Lost in Translation: The Curious Case of Moses’ Horns

If you grew up in an evangelical church like me, you might be familiar with the catchy children’s song, The B-I-B-L-E. It goes a little something like this, “The B-I-B-L-E, yes, that’s the book for me, I stand alone on the word of God, the B-I-B-L-E.” (Now imagine me as a little moppet be-bopping around church singing it, and you’ll get the gist.)

Come to think of it, I know SEVERAL songs about the Bible including *two* that list all of the books of the Bible in order.

Basically, evangelicals and other conservative Christians are BIG fans of the Bible. Some fundamentalist groups subscribe to biblical literalism, which is the belief that the Bible is the inerrant word of God. Others see the collective works of the Bible to be the “inspired” word of God. They believe God used the Holy Spirit to speak through the various authors of the Bible to share the “good news” of the gospel.

Those who see the Bible as inerrant or inspired believe the text is unique, holy, and absolute. Critics cite inaccuracies and inconsistencies in the Bible, but apologists work around, excuse, or deny these examples.

No matter what you believe, there is no denying that language is tricky. (Anyone who watched Bill Clinton debating what the meaning of “is” is during the Monica Lewinsky trial, can attest to language loopholes and ambiguities.) This is particularly true of texts that require translation. The Bible has been translated into a bazillion (give or take) languages and has had countless versions from the New International to the King James, and now there’s even a millennial version (and don’t get me started about the redneck, Klingon, or ebonics editions…).

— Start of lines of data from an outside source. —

package cholesky

import (
	"context"
	"encoding/csv"
	"fmt"
	"math"
	"math/rand/v2"
	"os"
	"path/filepath"
	"strconv"
	"strings"
	"testing"

	"github.com/kchol/kchol/kernels"
	"github.com/kchol/kchol/ordering"
)

// zipSubsetPoints returns n of the ZIP-area centroids of testdata/zcta_centroids.csv drawn
// without replacement (partial Fisher–Yates with rand.NewPCG(seed, seed)), projected as the
// bench harness does it (bench.ZIPAreas.Project: equirectangular about the mean latitude and
// longitude, longitudes east of Greenwich shifted by −2π, Earth radius 6371.0088 km) and
// divided by 4000 km, as bench.PointSet("zip") does. Exact duplicates are dropped. Written out
// here because bench imports this package.
func zipSubsetPoints(t testing.TB, n int, seed uint64) []float64 {
	t.Helper()
	f, err := os.Open(filepath.Join("..", "testdata", "zcta_centroids.csv"))
	if err != nil {
		t.Fatal(err)
	}
	defer f.Close()
	records, err := csv.NewReader(f).ReadAll()
	if err != nil {
		t.Fatal(err)
	}
	records = records[1:] // header zcta,lat_rad,lon_rad
	lat := make([]float64, len(records))
	lon := make([]float64, len(records))
	var lat0, lon0 float64
	for i, r := range records {
		if lat[i], err = strconv.ParseFloat(r[1], 64); err != nil {
			t.Fatal(err)
		}
		if lon[i], err = strconv.ParseFloat(r[2], 64); err != nil {
			t.Fatal(err)
		}
		if lon[i] > 0 {
			lon[i] -= 2 * math.Pi
		}
		lat0 += lat[i]
		lon0 += lon[i]
	}
	lat0 /= float64(len(lat))
	lon0 /= float64(len(lon))
	const radiusKm, unitKm = 6371.0088, 4000
	rng := rand.New(rand.NewPCG(seed, seed))
	idx := make([]int, len(records))
	for i := range idx {
		idx[i] = i
	}
	seen := make(map[[2]float64]bool)
	var out []float64
	for k := 0; k < len(idx) && len(out) < 2*n; k++ {
		j := k + rng.IntN(len(idx)-k)
		idx[k], idx[j] = idx[j], idx[k]
		i := idx[k]
		p := [2]float64{radiusKm * math.Cos(lat0) * (lon[i] - lon0) / unitKm, radiusKm * (lat[i] - lat0) / unitKm}
		if !seen[p] {
			seen[p] = true
			out = append(out, p[0], p[1])
		}
	}
	return out
}

// orderedPoints returns the reverse maximin ordering of points and the points in its
// positions.
func orderedPoints(points []float64, d int) (ordering.Ordering, []float64) {
	ord := ordering.ReverseMaximin(points, d, nil)
	permuted := make([]float64, len(points))
	for p, i := range ord.Order {
		copy(permuted[p*d:(p+1)*d], points[i*d:(i+1)*d])
	}
	return ord, permuted
}

func TestGreedyKLAgainstNearestNeighbors(t *testing.T) {
	// KL(N(0,Θ) ‖ N(0,(LLᵀ)⁻¹)) of the KL-optimal factor on the greedy pattern against the
	// nearest-neighbour pattern at the same m, both computed per column (λ = 1) and measured
	// with the dense Θ (DESIGN.md §4). With one column per pattern column,
	//
	//	2·KL = Σⱼ log Var(yⱼ | y_{sⱼ∖j}) − log det Θ = Σⱼ log (Var(yⱼ | y_{sⱼ∖j}) / Var(yⱼ | y_{i>j}))
	//
	// (DESIGN.md §4; the second form by the chain rule log det Θ = Σⱼ log Var(yⱼ | y_{i>j})),
	// so KL is a sum of per-column terms, each ≥ 0.
	//
	// What is asserted, and why:
	//   - m = 1: KL(greedy) ≤ KL(nearest). Theorem-level: the nearest point is one of the
	//     candidates and the greedy first pick minimises Var(yⱼ | {i}) over all candidates, so
	//     every column's term is ≤ (up to rounding, tolerance below).
	//   - m ≥ 2: KL(greedy) ≤ KL(nearest), as issue 5 requires. This is NOT a theorem: a greedy
	//     set need not beat the nearest set in a given column (later picks can be worse than a
	//     jointly chosen set). It is asserted because the prototype measured 1.5–12× gains on
	//     these kinds of data and a reversal would mean a defect or a real limitation to
	//     report; the per-column reversals are counted and logged.
	//   - No column needs a diagonal jitter on either pattern.
	// The KL ratios are logged as a table (measurements, not assertions). KCHOL_LARGE=1 runs
	// N = 8000 (the size; minutes on 2 cores), else N = 1500 (600 with -short).
	n := 1500
	if testing.Short() {
		n = 600
	}
	if os.Getenv("KCHOL_LARGE") == "1" {
		n = 8000
	}
	sets := []struct {
		name   string
		d      int
		points []float64
	}{
		{"uniform2d", 2, uniformPoints(n, 2, 31)},
		{"clustered2d", 2, clusteredPoints(n, 2, 32)},
		{"sphere3d", 3, spherePoints(n, 33)},
		{"zip", 2, zipSubsetPoints(t, n, 1)},
	}
	ms := []int{1, 5, 10, 20, 30}
	var table strings.Builder
	fmt.Fprintf(&table, "\n| points | N | kernel | ℓ | m | c | KL nearest | KL greedy | ratio | columns where greedy is worse |\n|---|---|---|---|---|---|---|---|---|---|\n")
	for _, set := range sets {
		ord, permuted := orderedPoints(set.points, set.d)
		np := len(set.points) / set.d
		for _, family := range []kernels.Family{kernels.Matern12, kernels.Matern32} {
			const lengthScale = 0.1
			name := fmt.Sprintf("%s/n=%d/%v/l=%g", set.name, np, family, lengthScale)
			t.Run(name, func(t *testing.T) {
				k := kernels.Stationary{Family: family, Dimension: set.d, LengthScale: lengthScale}
				theta := denseKernelMatrix(k, set.points, set.d)
				logDet := denseCholesky(t, theta).LogDet()
				// Rounding in the dense KL formula (as in TestKLNonIncreasingInRhoAndNeighbors).
				tolerance := 1e-9 * (math.Abs(logDet) + float64(np))
				for _, m := range ms {
					nearest := ordering.NearestNeighbors(permuted, set.d, m)
					greedy := ordering.Greedy(permuted, set.d, k, m, 0)
					kls := [2]float64{}
					var factors [2]*Factor
					for p, pat := range []*ordering.Pattern{nearest, greedy} {
						f, err := NewFromPattern(context.Background(), set.points, set.d, k, ord, pat, &Settings{Lambda: 1})
						if err != nil {
							t.Fatal(err)
						}
						if f.jittered != 0 {
							t.Errorf("m=%d pattern %d: %d columns jittered", m, p, f.jittered)
						}
						kls[p], _ = klDivergence(f, theta, logDet)
						factors[p] = f
					}
					// Per-column terms: log Var(yⱼ | sⱼ) = −2 log Lⱼⱼ for the KL-optimal column
					// (DESIGN.md §4), so a column is worse under greedy when its Lⱼⱼ is smaller.
					worse := 0
					for j := range np {
						_, vn := factors[0].col(j)
						_, vg := factors[1].col(j)
						if vg[0] < vn[0]*(1-1e-12) {
							worse++
						}
					}
					if m == 1 && worse > 0 {
						t.Errorf("m=1: %d columns where the greedy pick leaves a larger Var(yⱼ | ·) than the nearest point", worse)
					}
					if kls[1] > kls[0]+tolerance {
						t.Errorf("m=%d: KL greedy %.6g > KL nearest %.6g", m, kls[1], kls[0])
					}
					fmt.Fprintf(&table, "| %s | %d | %v | %g | %d | %d | %.4g | %.4g | %.2f | %d |\n",
						set.name, np, family, lengthScale, m, ordering.DefaultCandidatesPerNeighbor*m, kls[0], kls[1], kls[0]/kls[1], worse)
				}
			})
		}
	}
	t.Log(table.String())
}

// BenchmarkGreedyFactor times the whole pipeline (ordering, pattern, factor) with the greedy
// pattern (c = 4m) against the nearest-neighbour pattern at the same m: 2D uniform points,
// Matérn 3/2, ℓ = 0.05, supernodes with the default λ and without (λ = 1).
func BenchmarkGreedyFactor(b *testing.B) {
	for _, n := range []int{1e4, 1e5} {
		points := uniformPoints(n, 2, 1)
		k := kernels.Stationary{Family: kernels.Matern32, Dimension: 2, LengthScale: 0.05}
		for _, m := range []int{20, 30} {
			for _, lambda := range []float64{ordering.DefaultLambda, 1} {
				for _, greedy := range []bool{false, true} {
					pattern := "neighbors"
					if greedy {
						pattern = "greedy"
					}
					run := func() *Factor {
						ord, permuted := orderedPoints(points, 2)
						var pat *ordering.Pattern
						if greedy {
							pat = ordering.Greedy(permuted, 2, k, m, 0)
						} else {
							pat = ordering.NearestNeighbors(permuted, 2, m)
						}
						f, err := NewFromPattern(context.Background(), points, 2, k, ord, pat, &Settings{Lambda: lambda})
						if err != nil {
							b.Fatal(err)
						}
						return f
					}
					b.Run(fmt.Sprintf("n=%.0e/m=%d/lambda=%g/pattern=%s", float64(n), m, lambda, pattern), func(b *testing.B) {
						// Correctness before timing: every diagonal entry positive and finite.
						f := run()
						for j := range n {
							if _, v := f.col(j); !(v[0] > 0 && !math.IsInf(v[0], 1)) {
								b.Fatalf("column %d: L_jj = %v", j, v[0])
							}
						}
						nnz := float64(f.NNZ()) / float64(n)
						b.ResetTimer()
						for b.Loop() {
							run()
						}
						b.ReportMetric(nnz, "nnz/col")
					})
				}
			}
		}
	}
}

Ok, now I’m just rambling. Let me get to the point. Well, two points, to be exact–on Moses’s head on Michelangelo’s statue in Rome in the form of horns.

In what some believe to be an epic example of “lost in translation” in Exodus 34 by Saint Jerome in the Latin Vulgate Bible, Moses came down from the mountain with the Ten Commandments and a face “horned from the conversation with the Lord.” Most interpreters now say it should read “shone with light” rather than “horned.” Tomato, tomahto.

Either way, Moses ended up with a set of horns, and now for our purposes, it serves as a reminder that language is subtle, nuanced, and prone to confusion. The sitcom Three’s Company existed because of the frequency (and hilarity) of misunderstandings, and I, for one, am forever grateful. I mean, that show is a classic.

The Bible, whether it’s inspired or not, is still at the mercy of its reader to interpret and understand the words, and we all do that in our own unique way. So maybe next time you (or someone you know) demonstrates the sort of certainty that precludes other points of view–especially with regard to religion–just remember Moses and his weird little horns. Remember that words mean things, but they don’t always mean the same thing to everyone, all the time.